Data to use =>
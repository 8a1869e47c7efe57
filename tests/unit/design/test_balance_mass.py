"""Counterweights: optima against a grid and against least squares of whole strokes, limits kept, laws of likeness."""

from __future__ import annotations

from dataclasses import replace

import numpy as np
import pytest

from linkcalc import balance, parse, stroke
from linkcalc.parts.balancers.counterweight import Counterweight
from linkcalc.parts.rooms.at import At
from tests.property.transform import placed
from tests.unit.design.balancing import BOX, LINKAGE, columns, linkage, with_mass


def test_the_least_peak_is_that_of_a_grid() -> None:
    """Every mass and place of a grid, judged by strokes of their own (exact, since the effort is linear in them)."""
    model = linkage()
    answer = balance(model)
    base, part = columns(model, "crank")
    mass, x, y = (v.ravel() for v in np.meshgrid(np.linspace(0, 9, 37), np.linspace(-150, -20, 40),
                                                 np.linspace(-130, -30, 40), indexing="ij"))  # fmt: skip
    effort = base[:, None] + part @ np.array([mass, mass * x, mass * y])
    peak = np.abs(effort).max(axis=0)
    best = float(peak.min())
    found = abs(answer.peak_after.value)
    assert found <= best * (1 + 1e-6)
    assert found >= best * 0.9  # the grid is fine enough to come close
    assert answer.foretold == pytest.approx(found, rel=1e-6)


def test_the_least_mean_square_is_that_of_least_squares() -> None:
    """Without bounds that matter: numpy's lstsq over columns made from whole strokes."""
    model = parse(LINKAGE + BOX.format(goal="least mean square").replace("[0, 9]", "[0, 500]").replace(
        'box = ["low", "high"]', 'within = 5000, of = "A"'))  # fmt: skip
    answer = balance(model)
    poses = replace(model, stroke=replace(model.stroke, poses=61))
    base, part = columns(poses, "crank")
    left = base + part @ np.linalg.lstsq(part, -base, rcond=None)[0]
    assert answer.foretold == pytest.approx(float(np.sqrt(np.mean(left**2))), rel=1e-6)
    assert answer.foretold == pytest.approx(answer.geometry, rel=1e-6)
    assert answer.square_after < answer.square_before


def test_the_mean_square_within_bounds_is_that_of_a_grid() -> None:
    model = linkage("least mean square")
    answer = balance(model)
    base, part = columns(replace(model, stroke=replace(model.stroke, poses=61)), "crank")
    mass, x, y = (v.ravel() for v in np.meshgrid(np.linspace(0, 9, 37), np.linspace(-150, -20, 40),
                                                 np.linspace(-130, -30, 40), indexing="ij"))  # fmt: skip
    square = np.sqrt(np.mean((base[:, None] + part @ np.array([mass, mass * x, mass * y])) ** 2, axis=0))
    assert answer.foretold <= float(square.min()) * (1 + 1e-6)
    assert answer.foretold >= float(square.min()) * 0.97


@pytest.mark.parametrize("goal", ["least peak", "least mean square"])
def test_the_found_mass_gives_the_told_effort_by_plain_editing_of_the_model(goal: str) -> None:
    model = linkage(goal)
    answer = balance(model)
    found = answer.found[0]
    plain = with_mass(model, "crank", found.size("mass"), 1000 * found.size("x"), 1000 * found.size("y"))
    np.testing.assert_allclose(stroke(plain).effort, answer.after.effort, rtol=1e-8, atol=1e-10)


def test_all_bounds_are_kept() -> None:
    found = balance(linkage()).found[0]
    assert 0 <= found.size("mass") <= 9 + 1e-9
    assert -0.15 - 1e-9 <= found.size("x") <= -0.02 + 1e-9
    assert -0.13 - 1e-9 <= found.size("y") <= -0.03 + 1e-9


def test_a_reach_is_kept() -> None:
    model = parse(LINKAGE + BOX.format(goal="least peak").replace('box = ["low", "high"]', 'within = 60, of = "A"'))
    found = balance(model).found[0]
    assert np.hypot(found.size("x"), found.size("y")) <= 0.06 * (1 + 1e-9)
    part = replace(model.balance.find["bob"], place_step=7)
    found = balance(replace(model, balance=replace(model.balance, find={"bob": part}))).found[0]
    assert np.hypot(found.size("x"), found.size("y")) <= 0.06 * (1 + 1e-9)


def test_twice_the_masses_want_twice_the_counterweight() -> None:
    model = linkage()
    heavy = {n: m if m.mass is None else replace(m, mass=2 * m.mass) for n, m in model.members.items()}
    part = replace(model.balance.find["bob"], mass=(0, 18))
    double = replace(model, members=heavy, balance=replace(model.balance, find={"bob": part}))
    one, two = balance(model), balance(double)
    assert two.found[0].size("mass") == pytest.approx(2 * one.found[0].size("mass"), rel=1e-5)
    assert two.found[0].size("x") == pytest.approx(one.found[0].size("x"), abs=1e-5)
    assert two.peak_after.value == pytest.approx(2 * one.peak_after.value, rel=1e-5)


def test_a_mirrored_machine_has_its_counterweight_mirrored() -> None:
    model = linkage()
    mirror = placed(model, lambda x, y: (-x, y))
    # the crank turns the other way: its angles from the x axis are mirrored too
    mirror = replace(mirror, stroke=replace(model.stroke, start=160, stop=30))
    one, two = balance(model), balance(mirror)
    assert two.found[0].size("mass") == pytest.approx(one.found[0].size("mass"), rel=1e-5)
    assert two.found[0].size("x") == pytest.approx(-one.found[0].size("x"), abs=1e-6)
    assert two.found[0].size("y") == pytest.approx(one.found[0].size("y"), abs=1e-6)
    assert abs(two.peak_after.value) == pytest.approx(abs(one.peak_after.value), rel=1e-6)


def test_geometry_is_what_no_mass_takes_away() -> None:
    """The least peak over any mass times place, of any sign: a linear programme of columns made from whole strokes."""
    from scipy.optimize import linprog

    model = linkage()
    base, part = columns(replace(model, stroke=replace(model.stroke, poses=61)), "crank")
    A = np.block([[part, -np.ones((base.size, 1))], [-part, -np.ones((base.size, 1))]])
    least = linprog([0, 0, 0, 1], A, np.concatenate([-base, base]), bounds=[(None, None)] * 3 + [(0, None)])
    assert balance(model).geometry == pytest.approx(least.fun, rel=1e-3)


def test_steps_are_whole_and_judged_anew() -> None:
    model = linkage()
    part = replace(model.balance.find["bob"], mass_step=0.25, place_step=5)
    answer = balance(replace(model, balance=replace(model.balance, find={"bob": part})))
    found = answer.found[0]
    for name, step in (("mass", 0.25), ("x", 0.005), ("y", 0.005)):
        assert found.size(name) / step == pytest.approx(round(found.size(name) / step), abs=1e-9)
    assert answer.foretold == pytest.approx(abs(answer.peak_after.value), rel=1e-6)
    assert abs(answer.peak_after.value) >= abs(balance(model).peak_after.value) * (1 - 1e-9)


def test_friction_is_judged_in_both_senses() -> None:
    """What a frictionless reckoning foretells is not what rubbing pins leave; what is told is."""
    text = LINKAGE + "[friction]\npins = 0.2\ndiameter = 20\n" + BOX.format(goal="least peak")
    answer = balance(parse(text))
    assert answer.after.rubs
    assert answer.foretold == pytest.approx(abs(answer.peak_after.value), rel=1e-4)
    assert abs(answer.peak_after.value) < abs(answer.peak_before.value)
    # no mass near by, at the same place, is better
    found = answer.found[0]
    for factor in (0.97, 1.03):
        near = with_mass(
            parse(text), "crank", min(9, factor * found.size("mass")), 1000 * found.size("x"), 1000 * found.size("y")
        )
        assert np.abs(stroke(near).effort).max() >= abs(answer.peak_after.value) * (1 - 1e-4)


def test_it_stays_at_an_end_with_the_margin_that_is_wanted() -> None:
    """The hand must press at least the margin to leave: the effort there, by the stroke itself."""
    model = linkage()
    bare = stroke(replace(model, balance=None)).effort[0, 0]
    wanted = float(0.4 * abs(bare[0]))
    staying = replace(model, balance=replace(model.balance, stays_at_start=wanted))
    answer = balance(staying)
    assert bare[0] > 0
    assert answer.stays[0].holds
    assert answer.after.effort[0, 0, 0] >= wanted * (1 - 1e-5)
    assert answer.stays[0].wanted == pytest.approx(wanted)


def test_python_takes_a_part_without_a_table_of_the_model() -> None:
    found = balance(parse(LINKAGE), {"bob": Counterweight("rocker", At("C"), (0, 3))}).found[0]
    assert found.on == ("rocker",)
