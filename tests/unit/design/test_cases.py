"""Several load cases in one run are each what it is alone; loads added, dropped and scaled; gravity turned."""

from __future__ import annotations

from dataclasses import replace

import numpy as np
import pytest

from linkcalc import parse, stroke
from linkcalc.design.answer import StrokeAnswer
from tests.property.resum import unbalanced
from tests.property.transform import turned
from tests.unit.design.models import FOUR_BAR, ask

SAME = 1e-12
"""Relative: the same equations with the same guesses; only the order of sums differs."""

LOADS = """
[loads.wind]
at = "C"
direction = 10
size = 35
[loads.bob]
mass_at = "tip"
mass = 1.5
[loads.spring]
between = ["B", "tip"]
size = -20
"""
CASES = (
    LOADS
    + """
[cases.plain]
[cases.windy]
scale = { wind = 3, load = 0.5 }
[cases.calm]
drop = ["wind", "spring"]
[cases.tilted]
gravity = { turn = 35, scale = 2 }
[cases.extra.add.rain]
at = "tip"
direction = -80
size = 12
[cases.extra.add.belt]
torque_on = "rocker"
size = 0.7
[cases.unloaded]
drop = ["load"]
[cases.other.effort]
torque_on = "rocker"
"""
)
NAMES = ("plain", "windy", "calm", "tilted", "extra", "unloaded", "other")
FEW = FOUR_BAR.replace("poses = 61", "poses = 13").replace("to = 420", "to = 170")


def all_of(answer: StrokeAnswer) -> list[np.ndarray]:
    axial = answer.axial_in("coupler")  # with the effort on the rocker the crank is a two-force member, too
    return [answer.effort, answer.load, answer.tare_effort, answer.force, answer.moment, axial, answer.x,
            answer.status.astype(float)]  # fmt: skip


@pytest.fixture(scope="module")
def together() -> StrokeAnswer:
    return ask(FEW + CASES)


@pytest.mark.parametrize("case", NAMES)
def test_a_case_in_a_run_of_many_is_the_case_alone(together: StrokeAnswer, case: str) -> None:
    alone = ask(FEW + CASES, case=case)
    k = together.cases.index(case)
    for several, single in zip(all_of(together), all_of(alone), strict=True):
        axis = several.ndim - 3
        part = several if several.shape[axis] == 1 else np.take(several, [k], axis=axis)
        np.testing.assert_allclose(part, single, rtol=SAME, atol=1e-12 * float(np.nanmax(np.abs(single), initial=1.0)))
    assert alone.cases == (case,)
    mine = {(e.kind, e.quantity): e for e in together.events if e.case == case}
    for e in alone.events:
        if e.kind in ("largest", "smallest") and "crank" not in e.quantity:
            other = mine[e.kind, e.quantity]
            assert (e.drive, e.value) == (
                pytest.approx(other.drive, abs=1e-6),
                pytest.approx(other.value, rel=1e-9, abs=1e-6),
            )


def test_every_case_is_in_equilibrium(together: StrokeAnswer) -> None:
    assert max(unbalanced(together).values()) < SAME
    assert together.effort.shape == (7, 1, 13)


def test_a_case_is_the_model_written_out(together: StrokeAnswer) -> None:
    """Each case put into the model by hand, without cases."""
    by_hand = {
        "plain": LOADS,
        "windy": LOADS.replace("size = 35", "size = 105"),
        "calm": '[loads.bob]\nmass_at = "tip"\nmass = 1.5\n',
        "tilted": LOADS + '[gravity]\ndirection = -55\nsize = "19.6133 m/s^2"\n',
        "extra": LOADS
        + '[loads.rain]\nat = "tip"\ndirection = -80\nsize = 12\n[loads.belt]\ntorque_on = "rocker"\nsize = 0.7\n',
        "unloaded": LOADS,
        "other": LOADS,
    }
    for k, case in enumerate(NAMES):
        text = FEW + by_hand[case]
        if case == "windy":
            text = text.replace("size = 100", "size = 50")
        if case == "unloaded":
            text = text.replace("size = 100", "size = 0")
        if case == "other":
            text = text.replace('[effort]\ntorque_on = "crank"', '[effort]\ntorque_on = "rocker"')
        alone = ask(text)
        np.testing.assert_allclose(together.effort[k], alone.effort[0], rtol=SAME)
        np.testing.assert_allclose(together.force[:, :, k], alone.force[:, :, 0], rtol=SAME, atol=1e-10)


def test_turned_gravity_is_a_turned_drawing() -> None:
    """A machine on a slope: gravity turned by 20 degrees, or everything else turned back by 20."""
    model = parse(
        FEW.replace("direction = -90", 'turns_with = "rocker"\ndirection = -90')
        + LOADS.partition("[loads.bob]")[2].join(["[loads.bob]", ""])
    )
    by = float(np.radians(20.0))
    leaning = replace(turned(model, -by), gravity=model.gravity)
    sloped = replace(model, gravity=replace(model.gravity, direction=-70))
    a, b = stroke(sloped), stroke(leaning)
    np.testing.assert_allclose(a.effort, b.effort, rtol=1e-10)
    c, s = np.cos(by), np.sin(by)
    fx, fy = b.force[:, 0], b.force[:, 1]
    np.testing.assert_allclose(a.force[:, 0], c * fx - s * fy, atol=1e-8)
    np.testing.assert_allclose(a.force[:, 1], s * fx + c * fy, atol=1e-8)


def test_cases_that_differ_in_nothing_are_still_several() -> None:
    text = FEW.replace('rocker = { points = ["D", "C", "tip"], mass = 2 }', 'rocker = ["D", "C", "tip"]')
    answer = ask(text + "[cases.a]\n[cases.b]\ngravity = { turn = 30 }\n[cases.c]\n")
    assert answer.cases == ("a", "b", "c")
    assert answer.effort.shape == answer.status.shape == (3, 1, 13)
    np.testing.assert_array_equal(answer.effort[0], answer.effort[1])
    assert {e.case for e in answer.events if e.kind == "largest"} == {"a", "b", "c"}


def test_gravity_of_every_case_is_its_own_on_the_way() -> None:
    """The walk sets out from one pose for all cases: none may carry its gravity along."""
    turns = [0, 90, 180, 270]
    text = FEW + "".join(f"[cases.t{t}]\ngravity = {{ turn = {t} }}\n" for t in turns)
    weightless = ask(FEW + "[gravity]\nsize = 0\n").effort[0]
    by_weight = ask(text).effort - weightless
    np.testing.assert_allclose(by_weight[0], -by_weight[2], rtol=1e-9)
    np.testing.assert_allclose(by_weight[1], -by_weight[3], rtol=1e-9)
    assert np.abs(by_weight[0] - by_weight[1]).max() > 1e-3
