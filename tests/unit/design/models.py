"""Machines whose answer is a formula, as texts to be varied."""

from __future__ import annotations

import numpy as np

from linkcalc import parse, stroke
from linkcalc.design.answer import Event, StrokeAnswer


def ask(text: str, **more: object) -> StrokeAnswer:
    return stroke(parse(text), **more)


def happened(answer: StrokeAnswer, kind: str, quantity: str, case: str = "") -> list[Event]:
    return [e for e in answer.events if (e.kind, e.quantity, e.case) == (kind, quantity, case)]


def only(answer: StrokeAnswer, kind: str, quantity: str, case: str = "") -> Event:
    (event,) = happened(answer, kind, quantity, case)
    return event


PRESS = """
[points]
A = [0, 0]
B = { from = "A", distance = 100, angle = 60 }
C = { mirror = "A", line = ["B", "foot"] }
foot = [50, 0]
[members]
ground = ["A"]
upper = ["A", "B"]
lower = ["B", "C"]
[slots.way]
point = "C"
along = 0
[effort]
at = "B"
on = "upper"
direction = -90
[load]
at = "C"
direction = 180
size = 1000
[stroke]
turn = "upper"
from = 60
to = 5
poses = 12
"""
"""Two equal links of 100 mm at an angle a to the line of their ends, pressed at the knee: ratio 1 / (2 tan a).

Past a = 0 the knee has gone through; the effort is 2 F tan a throughout, the links carry F / cos a.
"""

LEVER = """
[points]
A = [0, 0]
hand = { from = "A", distance = 300, angle = 10 }
hook = { from = "A", distance = 100, angle = 190 }
[members]
ground = ["A"]
lever = ["hook", "A", "hand"]
[effort]
at = "hand"
square_to = ["hand", "A"]
[load]
at = "hook"
direction = -90
size = 600
[stroke]
turn = "lever"
from = 10
to = 70
poses = 13
"""
"""Effort square to the lever: 600 N x 100/300 x cos a, where a is the lever's angle. It pulls down at the hand."""

FOUR_BAR = """
[points]
A = [0, 0]
D = [100, 0]
B = { from = "A", distance = 30, angle = 60 }
C = { meets = [["B", 90], ["D", 70]], side = "left" }
tip = { from = "D", distance = 110, angle = 80 }
[members]
ground = ["A", "D"]
crank = ["A", "B"]
coupler = ["B", "C"]
rocker = { points = ["D", "C", "tip"], mass = 2 }
[effort]
torque_on = "crank"
[load]
at = "tip"
direction = -90
size = 100
[stroke]
turn = "crank"
from = 60
to = 420
poses = 61
"""
"""A crank rocks a lever with a load on its tip, once round: several humps in every curve."""

WELDED = """
[points]
A = [0, 0]
P = [100, 0]
E = [150, 40]
[members]
ground = ["A"]
post = ["A", "P"]
arm = ["P", "E"]
[welds.corner]
members = ["arm", "post"]
at = "P"
[slots.roller]
point = "P"
along = 0
[loads.end]
at = "E"
direction = -90
size = 100
[loads.corner_load]
at = "P"
direction = -90
size = 10
"""
"""A post and an arm welded at a corner with a roller under it: no pin there, the roller bears on a member."""


def degrees(event: Event) -> float:
    return float(np.degrees(event.drive))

Work task =>
The response must consist solely of the lines from the top of the records through the line holding "def test_the_least_peak_is_that_of_a_grid() ->", copied word for word.

Response area =>
repository 8a1869e47c7efe57
filename tests/unit/design/test_balance_mass.py
"""Counterweights: optima against a grid and against least squares of whole strokes, limits kept, laws of likeness."""

from __future__ import annotations

from dataclasses import replace

import numpy as np
import pytest

from linkcalc import balance, parse, stroke
from linkcalc.parts.balancers.counterweight import Counterweight
from linkcalc.parts.rooms.at import At
from tests.property.transform import placed
from tests.unit.design.balancing import BOX, LINKAGE, columns, linkage, with_mass


def test_the_least_peak_is_that_of_a_grid() -> None:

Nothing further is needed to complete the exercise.